About this task |
A word-for-word copy of the entries is the only acceptable reply.

----

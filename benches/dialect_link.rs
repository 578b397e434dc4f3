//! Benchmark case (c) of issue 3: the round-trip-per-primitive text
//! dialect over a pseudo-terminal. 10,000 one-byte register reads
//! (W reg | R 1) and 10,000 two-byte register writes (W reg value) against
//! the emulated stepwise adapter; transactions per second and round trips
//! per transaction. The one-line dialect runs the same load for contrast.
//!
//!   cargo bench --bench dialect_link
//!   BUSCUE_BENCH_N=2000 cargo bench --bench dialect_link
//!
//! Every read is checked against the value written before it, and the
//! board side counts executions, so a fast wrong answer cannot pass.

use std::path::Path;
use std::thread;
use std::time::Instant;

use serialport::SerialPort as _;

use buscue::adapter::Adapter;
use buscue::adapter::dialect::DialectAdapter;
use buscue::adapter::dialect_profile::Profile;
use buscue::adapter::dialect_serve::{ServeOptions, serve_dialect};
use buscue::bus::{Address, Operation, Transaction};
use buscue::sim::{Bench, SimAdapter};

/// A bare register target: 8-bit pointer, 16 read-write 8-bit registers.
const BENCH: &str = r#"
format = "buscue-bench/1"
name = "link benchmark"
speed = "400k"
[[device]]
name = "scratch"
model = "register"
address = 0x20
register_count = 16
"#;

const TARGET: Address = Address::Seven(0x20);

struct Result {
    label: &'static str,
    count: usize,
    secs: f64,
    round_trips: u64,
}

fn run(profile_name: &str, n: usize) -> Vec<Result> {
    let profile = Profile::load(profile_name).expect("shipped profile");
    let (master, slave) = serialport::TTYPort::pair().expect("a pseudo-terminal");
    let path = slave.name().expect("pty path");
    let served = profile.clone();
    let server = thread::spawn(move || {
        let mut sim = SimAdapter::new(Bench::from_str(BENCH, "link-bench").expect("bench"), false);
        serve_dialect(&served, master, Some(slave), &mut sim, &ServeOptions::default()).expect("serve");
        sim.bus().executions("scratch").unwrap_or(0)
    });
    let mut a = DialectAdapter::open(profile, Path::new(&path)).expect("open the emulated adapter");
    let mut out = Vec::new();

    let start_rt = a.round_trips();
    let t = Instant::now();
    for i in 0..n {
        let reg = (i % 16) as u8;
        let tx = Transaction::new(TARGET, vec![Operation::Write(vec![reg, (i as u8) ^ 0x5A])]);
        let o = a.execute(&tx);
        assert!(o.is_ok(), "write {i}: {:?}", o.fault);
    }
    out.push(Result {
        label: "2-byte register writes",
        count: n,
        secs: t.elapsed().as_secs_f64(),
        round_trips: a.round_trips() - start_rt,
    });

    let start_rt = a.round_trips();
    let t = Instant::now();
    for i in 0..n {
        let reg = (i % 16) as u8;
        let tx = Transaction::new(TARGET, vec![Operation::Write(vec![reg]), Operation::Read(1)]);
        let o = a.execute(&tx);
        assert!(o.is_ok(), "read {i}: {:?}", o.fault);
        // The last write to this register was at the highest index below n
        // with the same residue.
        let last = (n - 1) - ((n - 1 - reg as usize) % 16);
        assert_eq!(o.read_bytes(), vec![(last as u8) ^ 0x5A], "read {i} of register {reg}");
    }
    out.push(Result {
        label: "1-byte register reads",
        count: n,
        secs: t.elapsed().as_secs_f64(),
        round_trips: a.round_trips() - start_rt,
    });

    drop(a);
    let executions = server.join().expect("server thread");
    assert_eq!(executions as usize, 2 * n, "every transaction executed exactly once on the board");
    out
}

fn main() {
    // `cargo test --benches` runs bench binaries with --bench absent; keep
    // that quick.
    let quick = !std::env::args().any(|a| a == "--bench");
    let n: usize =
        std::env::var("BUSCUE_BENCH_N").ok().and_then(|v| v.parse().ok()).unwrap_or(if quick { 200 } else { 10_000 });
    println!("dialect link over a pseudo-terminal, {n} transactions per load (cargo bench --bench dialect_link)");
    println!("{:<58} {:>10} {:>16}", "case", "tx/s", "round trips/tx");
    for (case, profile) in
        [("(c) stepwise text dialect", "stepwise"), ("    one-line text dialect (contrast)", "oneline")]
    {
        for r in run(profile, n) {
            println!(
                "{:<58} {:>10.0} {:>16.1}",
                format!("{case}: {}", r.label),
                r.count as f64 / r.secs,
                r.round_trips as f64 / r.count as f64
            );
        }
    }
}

----

Exercise response |
filename benches/dialect_link.rs
repository 578b397e434dc4f3
//! Benchmark case (c) of issue 3: the round-trip-per-primitive text
//! dialect over a pseudo-terminal. 10,000 one-byte register reads
//! (W reg | R 1) and 10,000 two-byte register writes (W reg value) against
//! the emulated stepwise adapter; transactions per second and round trips
//! per transaction. The one-line dialect runs the same load for contrast.
//!
//!   cargo bench --bench dialect_link
//!   BUSCUE_BENCH_N=2000 cargo bench --bench dialect_link
//!
//! Every read is checked against the value written before it, and the
//! board side counts executions, so a fast wrong answer cannot pass.

use std::path::Path;
use std::thread;
use std::time::Instant;

use serialport::SerialPort as _;

use buscue::adapter::Adapter;
use buscue::adapter::dialect::DialectAdapter;
use buscue::adapter::dialect_profile::Profile;
use buscue::adapter::dialect_serve::{ServeOptions, serve_dialect};
use buscue::bus::{Address, Operation, Transaction};
use buscue::sim::{Bench, SimAdapter};

/// A bare register target: 8-bit pointer, 16 read-write 8-bit registers.
const BENCH: &str = r#"
format = "buscue-bench/1"
name = "link benchmark"
speed = "400k"
[[device]]
name = "scratch"
model = "register"
address = 0x20
register_count = 16
"#;

const TARGET: Address = Address::Seven(0x20);

struct Result {
    label: &'static str,
    count: usize,
    secs: f64,
    round_trips: u64,
}

fn run(profile_name: &str, n: usize) -> Vec<Result> {
    let profile = Profile::load(profile_name).expect("shipped profile");
    let (master, slave) = serialport::TTYPort::pair().expect("a pseudo-terminal");
    let path = slave.name().expect("pty path");
    let served = profile.clone();
    let server = thread::spawn(move || {
        let mut sim = SimAdapter::new(Bench::from_str(BENCH, "link-bench").expect("bench"), false);
        serve_dialect(&served, master, Some(slave), &mut sim, &ServeOptions::default()).expect("serve");
        sim.bus().executions("scratch").unwrap_or(0)
    });
    let mut a = DialectAdapter::open(profile, Path::new(&path)).expect("open the emulated adapter");
    let mut out = Vec::new();

    let start_rt = a.round_trips();
    let t = Instant::now();
    for i in 0..n {
        let reg = (i % 16) as u8;
        let tx = Transaction::new(TARGET, vec![Operation::Write(vec![reg, (i as u8) ^ 0x5A])]);
        let o = a.execute(&tx);
        assert!(o.is_ok(), "write {i}: {:?}", o.fault);
    }
    out.push(Result {
        label: "2-byte register writes",
        count: n,
        secs: t.elapsed().as_secs_f64(),
        round_trips: a.round_trips() - start_rt,
    });

    let start_rt = a.round_trips();
    let t = Instant::now();
    for i in 0..n {
        let reg = (i % 16) as u8;
        let tx = Transaction::new(TARGET, vec![Operation::Write(vec![reg]), Operation::Read(1)]);
        let o = a.execute(&tx);
        assert!(o.is_ok(), "read {i}: {:?}", o.fault);
        // The last write to this register was at the highest index below n
        // with the same residue.
        let last = (n - 1) - ((n - 1 - reg as usize) % 16);
        assert_eq!(o.read_bytes(), vec![(last as u8) ^ 0x5A], "read {i} of register {reg}");
    }
    out.push(Result {
        label: "1-byte register reads",
        count: n,
        secs: t.elapsed().as_secs_f64(),
        round_trips: a.round_trips() - start_rt,
    });

    drop(a);
    let executions = server.join().expect("server thread");
    assert_eq!(executions as usize, 2 * n, "every transaction executed exactly once on the board");
    out
}

fn main() {
    // `cargo test --benches` runs bench binaries with --bench absent; keep
    // that quick.
    let quick = !std::env::args().any(|a| a == "--bench");
    let n: usize =
        std::env::var("BUSCUE_BENCH_N").ok().and_then(|v| v.parse().ok()).unwrap_or(if quick { 200 } else { 10_000 });
    println!("dialect link over a pseudo-terminal, {n} transactions per load (cargo bench --bench dialect_link)");
    println!("{:<58} {:>10} {:>16}", "case", "tx/s", "round trips/tx");
    for (case, profile) in
        [("(c) stepwise text dialect", "stepwise"), ("    one-line text dialect (contrast)", "oneline")]
    {
        for r in run(profile, n) {
            println!(
                "{:<58} {:>10.0} {:>16.1}",
                format!("{case}: {}", r.label),
                r.count as f64 / r.secs,
                r.round_trips as f64 / r.count as f64
            );
        }
    }
}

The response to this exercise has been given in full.